- Opening Delimiter -

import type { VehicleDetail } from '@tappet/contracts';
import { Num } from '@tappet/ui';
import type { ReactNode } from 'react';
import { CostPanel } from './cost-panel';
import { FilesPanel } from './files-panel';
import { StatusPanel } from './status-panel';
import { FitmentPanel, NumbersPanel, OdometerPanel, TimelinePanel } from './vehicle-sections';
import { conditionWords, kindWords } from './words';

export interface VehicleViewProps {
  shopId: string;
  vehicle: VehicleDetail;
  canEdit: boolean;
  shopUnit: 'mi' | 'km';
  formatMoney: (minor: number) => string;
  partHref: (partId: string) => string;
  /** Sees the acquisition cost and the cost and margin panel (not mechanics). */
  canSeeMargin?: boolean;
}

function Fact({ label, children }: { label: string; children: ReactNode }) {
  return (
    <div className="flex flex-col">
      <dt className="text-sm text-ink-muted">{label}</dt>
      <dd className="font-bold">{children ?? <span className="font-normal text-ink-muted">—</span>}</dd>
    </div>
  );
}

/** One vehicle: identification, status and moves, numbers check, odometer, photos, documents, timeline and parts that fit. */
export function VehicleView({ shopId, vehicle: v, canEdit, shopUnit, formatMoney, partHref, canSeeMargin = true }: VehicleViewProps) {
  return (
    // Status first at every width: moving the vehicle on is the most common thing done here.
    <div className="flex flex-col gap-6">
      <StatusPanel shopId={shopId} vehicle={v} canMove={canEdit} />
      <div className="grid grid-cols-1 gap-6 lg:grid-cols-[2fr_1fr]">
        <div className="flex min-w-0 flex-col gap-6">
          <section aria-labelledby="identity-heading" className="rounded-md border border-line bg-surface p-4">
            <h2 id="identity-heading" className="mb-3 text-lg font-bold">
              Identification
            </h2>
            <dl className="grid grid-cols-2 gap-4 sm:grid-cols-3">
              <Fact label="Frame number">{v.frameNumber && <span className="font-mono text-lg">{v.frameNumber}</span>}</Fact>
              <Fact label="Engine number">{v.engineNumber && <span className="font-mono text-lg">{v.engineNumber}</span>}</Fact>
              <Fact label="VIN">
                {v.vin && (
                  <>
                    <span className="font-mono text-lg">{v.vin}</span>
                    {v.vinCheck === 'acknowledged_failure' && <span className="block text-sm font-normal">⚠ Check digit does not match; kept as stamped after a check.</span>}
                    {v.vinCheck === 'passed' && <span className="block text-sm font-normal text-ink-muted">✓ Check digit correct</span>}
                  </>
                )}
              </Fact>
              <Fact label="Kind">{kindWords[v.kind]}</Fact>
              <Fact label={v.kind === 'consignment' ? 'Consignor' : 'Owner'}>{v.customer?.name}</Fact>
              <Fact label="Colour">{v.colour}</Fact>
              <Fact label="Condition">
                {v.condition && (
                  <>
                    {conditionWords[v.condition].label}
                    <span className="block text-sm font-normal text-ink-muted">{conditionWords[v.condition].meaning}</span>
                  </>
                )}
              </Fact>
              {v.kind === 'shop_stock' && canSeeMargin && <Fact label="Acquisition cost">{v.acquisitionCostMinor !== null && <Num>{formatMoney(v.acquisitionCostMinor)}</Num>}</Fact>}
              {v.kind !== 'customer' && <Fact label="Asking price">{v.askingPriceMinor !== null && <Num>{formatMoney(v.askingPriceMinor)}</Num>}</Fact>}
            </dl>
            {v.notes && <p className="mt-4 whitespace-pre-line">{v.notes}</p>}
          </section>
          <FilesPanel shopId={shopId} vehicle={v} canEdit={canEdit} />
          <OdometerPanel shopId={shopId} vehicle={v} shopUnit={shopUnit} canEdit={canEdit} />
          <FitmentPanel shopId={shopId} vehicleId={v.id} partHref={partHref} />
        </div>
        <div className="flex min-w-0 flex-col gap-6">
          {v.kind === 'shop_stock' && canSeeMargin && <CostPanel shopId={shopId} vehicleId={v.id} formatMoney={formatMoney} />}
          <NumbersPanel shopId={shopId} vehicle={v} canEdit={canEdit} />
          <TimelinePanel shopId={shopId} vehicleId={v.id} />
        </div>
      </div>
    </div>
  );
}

- Closing Delimiter -
- Opening Delimiter -

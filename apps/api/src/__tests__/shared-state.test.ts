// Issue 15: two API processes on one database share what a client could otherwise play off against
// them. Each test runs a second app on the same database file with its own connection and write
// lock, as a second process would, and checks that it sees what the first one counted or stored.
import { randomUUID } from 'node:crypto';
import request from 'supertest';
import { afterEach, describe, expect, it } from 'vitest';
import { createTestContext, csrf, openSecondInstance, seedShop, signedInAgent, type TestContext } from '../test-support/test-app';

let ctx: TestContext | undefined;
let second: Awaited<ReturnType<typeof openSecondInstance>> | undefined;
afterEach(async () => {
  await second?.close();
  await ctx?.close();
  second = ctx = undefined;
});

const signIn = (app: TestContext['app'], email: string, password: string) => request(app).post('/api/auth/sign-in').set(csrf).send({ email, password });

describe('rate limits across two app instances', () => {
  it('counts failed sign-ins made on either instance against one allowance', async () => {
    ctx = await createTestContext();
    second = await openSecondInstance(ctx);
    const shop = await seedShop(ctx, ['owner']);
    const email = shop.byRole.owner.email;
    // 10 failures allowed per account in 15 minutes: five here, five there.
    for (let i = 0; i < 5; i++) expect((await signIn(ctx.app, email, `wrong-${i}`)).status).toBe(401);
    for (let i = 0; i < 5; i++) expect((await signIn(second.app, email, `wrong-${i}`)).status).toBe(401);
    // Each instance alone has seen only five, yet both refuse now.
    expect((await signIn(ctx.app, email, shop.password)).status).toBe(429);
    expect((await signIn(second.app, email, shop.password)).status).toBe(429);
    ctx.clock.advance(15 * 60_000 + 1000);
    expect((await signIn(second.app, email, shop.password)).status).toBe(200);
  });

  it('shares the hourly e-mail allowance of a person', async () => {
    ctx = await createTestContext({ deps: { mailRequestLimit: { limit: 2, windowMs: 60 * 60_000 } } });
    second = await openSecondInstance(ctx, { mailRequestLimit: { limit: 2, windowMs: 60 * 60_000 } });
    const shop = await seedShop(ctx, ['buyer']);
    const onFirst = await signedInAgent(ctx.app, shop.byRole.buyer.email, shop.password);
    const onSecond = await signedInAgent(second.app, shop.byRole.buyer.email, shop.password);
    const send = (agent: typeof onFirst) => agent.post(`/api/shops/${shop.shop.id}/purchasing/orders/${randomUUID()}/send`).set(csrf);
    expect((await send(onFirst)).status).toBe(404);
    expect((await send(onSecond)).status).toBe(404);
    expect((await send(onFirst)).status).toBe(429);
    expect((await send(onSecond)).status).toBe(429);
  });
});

- Closing Delimiter -
- Opening Delimiter -

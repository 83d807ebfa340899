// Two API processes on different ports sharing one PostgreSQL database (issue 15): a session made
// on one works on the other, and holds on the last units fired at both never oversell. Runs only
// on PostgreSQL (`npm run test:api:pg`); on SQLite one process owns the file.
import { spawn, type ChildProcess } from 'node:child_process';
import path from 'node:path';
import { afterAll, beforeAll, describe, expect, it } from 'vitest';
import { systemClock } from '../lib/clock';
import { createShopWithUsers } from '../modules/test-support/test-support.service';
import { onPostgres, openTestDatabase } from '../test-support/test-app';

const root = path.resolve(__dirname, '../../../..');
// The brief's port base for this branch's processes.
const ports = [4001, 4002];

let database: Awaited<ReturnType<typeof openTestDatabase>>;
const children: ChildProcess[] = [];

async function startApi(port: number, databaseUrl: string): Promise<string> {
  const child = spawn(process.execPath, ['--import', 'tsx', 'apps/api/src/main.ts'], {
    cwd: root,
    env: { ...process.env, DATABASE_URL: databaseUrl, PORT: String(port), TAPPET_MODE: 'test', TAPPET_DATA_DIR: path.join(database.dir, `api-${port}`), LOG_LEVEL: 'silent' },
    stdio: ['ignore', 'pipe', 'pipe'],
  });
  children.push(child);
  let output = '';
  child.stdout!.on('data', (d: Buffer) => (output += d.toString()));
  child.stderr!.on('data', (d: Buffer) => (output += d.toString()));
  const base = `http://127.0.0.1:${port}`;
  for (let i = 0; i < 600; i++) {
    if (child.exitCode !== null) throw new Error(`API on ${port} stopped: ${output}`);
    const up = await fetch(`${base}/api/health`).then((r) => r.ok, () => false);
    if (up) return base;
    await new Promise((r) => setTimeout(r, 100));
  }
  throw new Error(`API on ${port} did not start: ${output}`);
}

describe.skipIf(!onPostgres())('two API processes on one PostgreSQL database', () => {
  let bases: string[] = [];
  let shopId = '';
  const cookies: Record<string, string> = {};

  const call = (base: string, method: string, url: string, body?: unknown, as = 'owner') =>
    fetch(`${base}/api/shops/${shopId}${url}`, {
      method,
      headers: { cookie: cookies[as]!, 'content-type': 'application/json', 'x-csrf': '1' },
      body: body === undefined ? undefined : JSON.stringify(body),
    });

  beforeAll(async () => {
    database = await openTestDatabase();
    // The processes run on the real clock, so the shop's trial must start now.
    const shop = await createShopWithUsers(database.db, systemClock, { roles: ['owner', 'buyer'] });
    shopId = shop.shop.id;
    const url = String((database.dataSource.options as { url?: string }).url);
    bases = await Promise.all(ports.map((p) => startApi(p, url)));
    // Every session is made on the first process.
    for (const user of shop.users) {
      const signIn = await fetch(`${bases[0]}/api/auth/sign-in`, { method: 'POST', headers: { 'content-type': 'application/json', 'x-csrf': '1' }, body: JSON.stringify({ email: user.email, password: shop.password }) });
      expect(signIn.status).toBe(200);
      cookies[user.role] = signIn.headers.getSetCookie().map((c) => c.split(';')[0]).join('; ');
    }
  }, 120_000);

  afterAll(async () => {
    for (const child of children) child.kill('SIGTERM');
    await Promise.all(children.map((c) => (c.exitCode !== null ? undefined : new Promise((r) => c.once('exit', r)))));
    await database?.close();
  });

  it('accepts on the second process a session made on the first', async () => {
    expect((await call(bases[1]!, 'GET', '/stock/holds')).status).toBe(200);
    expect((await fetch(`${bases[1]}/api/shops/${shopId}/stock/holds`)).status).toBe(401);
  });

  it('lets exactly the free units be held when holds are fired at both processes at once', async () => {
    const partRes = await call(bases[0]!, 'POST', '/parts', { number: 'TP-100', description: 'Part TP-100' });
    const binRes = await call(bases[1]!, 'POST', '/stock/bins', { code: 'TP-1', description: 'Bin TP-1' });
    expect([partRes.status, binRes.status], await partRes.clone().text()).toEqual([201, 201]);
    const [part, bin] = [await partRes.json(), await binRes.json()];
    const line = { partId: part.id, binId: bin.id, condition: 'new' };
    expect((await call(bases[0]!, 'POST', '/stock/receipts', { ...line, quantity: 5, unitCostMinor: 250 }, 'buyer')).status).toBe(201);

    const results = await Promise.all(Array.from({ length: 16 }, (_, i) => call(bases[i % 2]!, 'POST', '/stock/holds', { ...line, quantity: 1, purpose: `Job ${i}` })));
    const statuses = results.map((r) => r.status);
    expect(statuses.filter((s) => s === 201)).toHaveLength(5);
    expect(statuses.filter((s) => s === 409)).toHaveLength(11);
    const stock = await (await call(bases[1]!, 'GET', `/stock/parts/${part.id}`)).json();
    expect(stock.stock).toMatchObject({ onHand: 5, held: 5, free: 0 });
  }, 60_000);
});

- Closing Delimiter -

- **What is needed**: Every line of the records that includes the word "Awaited" should be gathered.

- **Result of this task**:
let second: Awaited<ReturnType<typeof openSecondInstance>> | undefined;
let database: Awaited<ReturnType<typeof openTestDatabase>>;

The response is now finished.